La figurita de porcelana que les trajimos de un sitio, el cuadro que trajimos de otro, el reloj, la butaca, los libros por los que también pasaron los años y sostienen el polvo en la librería, el recuerdo de Mallorca, el de Canarias, el de Turquía…
El recuerdo de ellos, ese es el único que no se puede borrar.
¿Para qué guardará uno tantas cosas a lo largo de una vida? ¿No sabemos que estamos aquí de paso y que a nuestro destino final nos vamos con lo puesto? Pero llego a mi casa y me encuentro haciendo lo mismo, guardando recuerdos de aquí y de allá que tarde o temprano mis hijos tendrán que retirar. Voy a casa de mi madre y arrincono el pensamiento al fondo del baúl a donde se mandan las cosas en las que no se quiere y no se puede pensar.
“Hay que traer cajas para meter todas las cosas, las figuras, los recuerdos…” dice mi madre que empezó esta tarea muy fuerte y se viene abajo por momentos.
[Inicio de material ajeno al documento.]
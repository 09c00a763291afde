#pragma once
// The channels besides the page, on the same rule engine (RuleState):
// - chart interruption: the rule is asked at each chart opening, on the latest
//   score available at that instant (available_at <= opening);
// - handoff list: at each handoff, every current inpatient whose rule fires
//   on the latest available score is flagged;
// - ranked review: at each review time, the top N current inpatients by latest
//   available score whose rule would fire (the threshold is the floor; the
//   snooze is the "reviewed within the last H hours" skip) are listed, and the
//   team reviews them within its capacity.
// A current inpatient at T: admitted <= T < min(discharged, outcome).
//
// Ranked review order (deterministic, whatever the input row order): higher
// latest score first; then the patient whose latest score became available
// earlier (high for longer); then encounter id in text order. With a per-unit
// scope and a team capacity, reviews are taken rank by rank across units
// (every unit's first, then every unit's second, ... units in name order)
// until the capacity is used.
#include <cstdint>
#include <span>
#include <vector>

#include "models/chart_openings.hpp"
#include "models/population.hpp"
#include "sim/rules.hpp"
#include "sim/setup.hpp"
#include "sim/simulate.hpp"

namespace tocsin {

// Staff minutes one notice's delivery takes (the interruption, the handoff
// discussion of a flagged patient, the review), apart from any evaluation task
// it creates; a page's delivery is counted as none.
double delivery_minutes(const Plan& plan);

// One encounter's chart openings in one replication, with one acceptance draw
// (uniform on [0, 1)) per opening shared by every plan (common random numbers).
// The draw is keyed by the opening itself: (encounter, opening role's name,
// instant, occurrence among earlier openings by that role at that instant), so
// it does not move when openings by another role are added or removed.
struct EncounterOpenings {
    std::vector<ChartOpening> openings;
    std::vector<double> acceptance_draws;
    std::vector<double> lookup_draws;      // only when a look-up plan is declared
    std::vector<std::uint64_t> role_keys;  // text_entity of each opening role's name, filled on first use
};

// Replayed (from `replayed`) or generated openings of encounter `e`, with
// their acceptance draws and, `with_lookups`, their look-up draws.
void openings_for_encounter(const SimulationSetup& setup, const Population& population,
                            const ChartOpeningLog* replayed, std::size_t e, std::uint64_t replication,
                            EncounterOpenings& out,
                            bool with_lookups = false);

// The chart-interruption rule of one plan for one encounter. Appends notices in
// time order and returns the number of openings the rule was asked at.
std::int64_t fire_chart_rule(const Plan& plan, const RuleClock& clock, std::span<const Score> scores,
                             const EncounterOpenings& openings, std::uint32_t encounter, std::uint32_t unit,
                             std::uint32_t plan_index, std::vector<Notice>& out);

// The look-up channel of one plan for one encounter: at each opening by its
// role, the opener looks the score up when the opening's look-up draw is below
// the probability for its local hour; every look-up is a notice (it costs the
// look-up minutes), and it asks for an evaluation when the rule fires on the
// latest score then. Returns the number of openings considered.
std::int64_t fire_lookup_rule(const Plan& plan, const RuleClock& clock, std::span<const Score> scores,
                              const EncounterOpenings& openings, std::uint32_t encounter, std::uint32_t unit,
                              std::uint32_t plan_index, std::vector<Notice>& out);

// Every instant in [from, to] whose local time of day is one of `times_minutes`.
// A time in a skipped hour (clocks go forward) moves forward by the gap; one in a
// repeated hour (clocks go back) is taken once, at its earlier instant.
std::vector<Instant> daily_instants(const std::vector<int>& times_minutes, const TimeZone& zone, Instant from,
                                    Instant to);

// A handoff-list or ranked-review plan as a sweep over its rounds in time order,
// keeping the census of current inpatients. `plan` overrides setup.plans[plan_index]
// (used to size a review list without copying the setup).
PlanRecord run_round_channel(const SimulationSetup& setup, const Population& population, const ShiftCalendar& calendar,
                             const Plan& plan, std::uint32_t plan_index, std::uint64_t replication);

}  // namespace tocsin
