#include "sim/rules.hpp"

namespace tocsin {

bool in_quiet_hours(const Rule& rule, const TimeZone& zone, Instant at) {
    if (!rule.quiet_start_minute || !rule.quiet_end_minute) return false;
    const Instant local = zone.to_local_seconds(at);
    const int minute = static_cast<int>(((local % 86400) + 86400) % 86400 / 60);
    const int start = *rule.quiet_start_minute, end = *rule.quiet_end_minute;
    if (start <= end) return minute >= start && minute < end;
    return minute >= start || minute < end;
}

void fire_page_rule(const Rule& rule, const RuleClock& clock, std::span<const Score> scores,
                    std::uint32_t encounter, std::uint32_t unit, std::uint32_t plan, Channel channel,
                    std::vector<Notice>& out) {
    int run = 0;  // consecutive qualifying scores seen
    bool fired_before = false, armed = true;
    Instant last_fire = 0;
    double reference = 0.0;
    std::size_t cap_shift = SIZE_MAX;
    int fired_in_cap_shift = 0;
    for (const Score& s : scores) {
        run = s.value >= rule.threshold ? run + 1 : 0;
        if (rule.rearm_below && s.value < *rule.rearm_below) armed = true;
        if (run < rule.persistence) continue;

        NoticeReason reason;
        if (!fired_before) {
            reason = NoticeReason::first;
        } else if (armed && (!rule.snooze || s.available_at >= last_fire + *rule.snooze)) {
            reason = NoticeReason::repeat;
        } else if (rule.rise && s.value >= reference + *rule.rise) {
            reason = NoticeReason::rise;  // only when the rise is what lets it fire
        } else {
            continue;
        }
        if (clock.zone && in_quiet_hours(rule, *clock.zone, s.available_at)) continue;
        if (rule.max_per_shift) {
            const std::size_t shift = clock.shifts->index_of(s.available_at);
            if (shift != cap_shift) {
                cap_shift = shift;
                fired_in_cap_shift = 0;
            }
            if (fired_in_cap_shift >= *rule.max_per_shift) continue;
            ++fired_in_cap_shift;
        }
        out.push_back(Notice{s.available_at, s.value, encounter, unit, plan, reason, channel});
        fired_before = true;
        last_fire = s.available_at;
        reference = s.value;
        armed = !rule.rearm_below.has_value();
    }
}

}  // namespace tocsin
Entre papeles encontró un montón de cartas de hace casi sesenta años, metidas en bolsitas y sujetas con gomas, como siempre hacía mi abuela, con la fecha en la que se recibieron y contestaron, puestas con la letra inconfundible de mi abuelo que las guardaba como oro en paño porque eran de sus hermanos, aquellos dos niños que se fueron a Argentina y a los que nunca más volvió a ver. Cartas de cuando la gente se escribía, de cuando tardaban un mes en cruzar el Atlántico, perfectamente legibles, sólo marcadas por el doblez del tiempo.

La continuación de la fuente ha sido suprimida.